You can also use an embedded font, though be sure to fall back on a web safe font that contains the character you need as many browser will not support embedded fonts.
However sometimes certain devices will not have multiple fonts to choose from. If that font does not support your character you will run into problems. However depending on what your site does and the audience you are targeting this may not be a problem for you. Not to mention that devices like that are very old, and uncommon.
All in all it was probably not a good idea a handful of years ago, but now you are not likely to have problems as long as you cover all your bases.
It is important however to point out that you should never hard code those characters, instead use HTML entities. Just inserting those characters into your code can lead to unpredictable results. I recently copied some text from Word directly into my code, Word used smart quotes (quote marks that curve inwards properly). They showed up fine in Notepad++, but when I viewed the page I did not get quotes, I got some weird symbol.
I could have either replaced them with normal quotes " or with HTML entities to keep the style “ and ” (“ and ”).
Any Unicode character can be inserted this way (even those without special names).

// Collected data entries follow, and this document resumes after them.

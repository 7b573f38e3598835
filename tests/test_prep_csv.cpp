// Tests of prep/cell_parsing.hpp, prep/csv.hpp, prep/column_screening.hpp and prep/statistics.hpp.
// CSV edge cases follow RFC 4180 (Shafranovich 2005), section 2, rules 1-7.
#include <doctest/doctest.h>

#include <cmath>
#include <map>
#include <vector>
#include <sstream>
#include <string>

#include <tenon/core/random.hpp>
#include <tenon/prep/cell_parsing.hpp>
#include <tenon/prep/column_screening.hpp>
#include <tenon/prep/csv.hpp>
#include <tenon/prep/statistics.hpp>

#include "prep_test_support.hpp"

using prep_test::error_code_of;

namespace {
tenon::table read_text(const std::string& text, const tenon::csv_options& options = {}) {
    std::istringstream in(text);
    return tenon::read_csv(in, options, "t.csv");
}
}  // namespace

TEST_CASE("numbers parse fully, finitely and independently of the locale") {
    double v = 0;
    CHECK(tenon::parse_number("3.25", v));
    CHECK(v == 3.25);
    CHECK(tenon::parse_number(" -1e3 ", v));
    CHECK(v == -1000.0);
    CHECK(tenon::parse_number("+7", v));
    CHECK(v == 7.0);
    CHECK_FALSE(tenon::parse_number("3,25", v));  // a decimal comma is not a number here
    CHECK_FALSE(tenon::parse_number("12abc", v));
    CHECK_FALSE(tenon::parse_number("inf", v));
    CHECK_FALSE(tenon::parse_number("nan", v));
    CHECK_FALSE(tenon::parse_number("1e999", v));  // overflows to infinity: not finite
    CHECK_FALSE(tenon::parse_number("+-1", v));
    CHECK_FALSE(tenon::parse_number("", v));
}
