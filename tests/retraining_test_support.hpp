// Shared data for the retraining and drift tests: the invented cooling-pump
// log of deploy_test_support.hpp, generated under conditions that can
// drift (the flow and head the pump runs at, the fluid mix).
#pragma once

#include <cmath>
#include <cstdint>
#include <sstream>
#include <string>
#include <vector>

#include <tenon/prep/csv.hpp>

#include "deploy_test_support.hpp"

namespace retrain_test {

struct pump_conditions {
    double flow_low = 20.0, flow_high = 120.0;  // m3/h
    double head_low = 5.0, head_high = 40.0;  // m
    double fluid_weights[3] = {1.0, 1.0, 1.0};  // water, glycol, brine
};

// The physics of pump_log.hpp under other operating conditions.
inline tenon::table pump_rows(std::size_t n, std::uint64_t seed, const pump_conditions& c = {}) {
    tenon::random_engine rng(seed, 0xD121u);
    std::ostringstream csv;
    csv.precision(17);
    csv << "flow,head,fluid,power,condition\n";
    const double total = c.fluid_weights[0] + c.fluid_weights[1] + c.fluid_weights[2];
    for (std::size_t i = 0; i < n; ++i) {
        const double flow = rng.uniform(c.flow_low, c.flow_high), head = rng.uniform(c.head_low, c.head_high);
        const double u = rng.uniform(0.0, total);
        const std::size_t f = u < c.fluid_weights[0] ? 0 : u < c.fluid_weights[0] + c.fluid_weights[1] ? 1 : 2;
        const double power = pump_log::power(flow, head, f, rng);
        csv << flow << "," << head << "," << pump_log::fluid_names[f] << "," << power << "," << pump_log::condition(flow, head) << "\n";
    }
    std::istringstream in(csv.str());
    return tenon::read_csv(in, {}, "pump.csv");
}

// The process after the drift: the pump runs faster and against a higher
// head, and mostly on brine.
inline pump_conditions drifted() {
    pump_conditions c;
    c.flow_low = 80.0;
    c.flow_high = 170.0;
    c.head_low = 20.0;
    c.head_high = 55.0;
    c.fluid_weights[0] = 0.1;
    c.fluid_weights[1] = 0.2;
    c.fluid_weights[2] = 0.7;
    return c;
}

inline std::vector<std::size_t> all_rows(const tenon::table& t) { return deploy_test::range(0, t.row_count()); }

}  // namespace retrain_test
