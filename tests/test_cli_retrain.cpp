// Tests of `tenon retrain` and `tenon drift` (examples/cli/, library tenon_tool), run in
// process on an invented press whose process drifts: retraining on drifted
// rows promotes a candidate that really predicts the new rows better (checked
// with `tenon infer` on rows neither model saw), retraining on rows like the
// training rows with a large margin keeps the incumbent and writes nothing;
// drift flags exactly the columns whose distribution changed, and its JSON
// agrees with the library's report. Every error path checks its exact
// message, exit status and that no file is left behind.
#include <doctest/doctest.h>

#include <algorithm>
#include <cmath>
#include <cstdio>
#include <cstdlib>
#include <filesystem>
#include <fstream>
#include <functional>
#include <map>
#include <sstream>
#include <stdexcept>
#include <string>
#include <vector>

#include "cli_test_support.hpp"

namespace fs = std::filesystem;

namespace {

using cli_test::cli_result;

cli_result run(std::vector<std::string> args, std::function<double()> clock = {}) {
    tenon_cli::cli_environment env;
    env.clock = std::move(clock);
    return cli_test::run_tool(std::move(args), env);
}

// A fresh, empty directory per test case.
struct scratch_dir : cli_test::scratch_dir {
    explicit scratch_dir(const std::string& name) : cli_test::scratch_dir("tenon_cli_retrain_tests_", name) {}
};

using cli_test::read_file;

using cli_test::json_flattener;

std::map<std::string, std::string> parse_json(const std::string& text) { return json_flattener(text).values; }

const std::string& at(const std::map<std::string, std::string>& m, const std::string& key) {
    const auto it = m.find(key);
    if (it == m.end()) throw std::runtime_error("the JSON has no '" + key + "'");
    return it->second;
}
double number_at(const std::map<std::string, std::string>& m, const std::string& key) { return std::stod(at(m, key)); }

// The tool's "%.6g" rendering of a score.
std::string six_digits(double v) {
    char buffer[64];
    std::snprintf(buffer, sizeof buffer, "%.6g", v);
    return buffer;
}

bool contains(const std::string& text, const std::string& part) { return text.find(part) != std::string::npos; }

Wikipedia has a good reference:
http://en.wikipedia.org/wiki/List_of_XML_and_HTML_character_entity_references
2. As UI elements:
While it may be safe to use them in many cases, it is still better to use HTML elements where possible. You could simply style some div elements to be round and filled/not filled for your example.
As far as design goes they are really limiting, finding one that fits with the style of your page can be a hassle, and may mean that you will definitely need to embed a font, which is still only supported by the latest browsers.
Plus many devices do not support heavy font manipulation, and will often display them poorly. It works in the flow of your text, but as a vital part of the UI there can be major problems. Any possible issue one of those characters can bring will be multiplied by the fact that it is part of your UI.
From an artistic stand point they simply limit your abilities too much.
3. What are you doing?
Finaly you need to consider this:
Text is for telling
Image is for showing
HTML is for organizing
CSS is for making things look good while you show them
JavaScript is for functionality
Those characters are text, they are for telling someone something. So ask the question: "What am I doing?" and then use what was designed for that task. If you are telling use them, if you are showing use Image, or CSS.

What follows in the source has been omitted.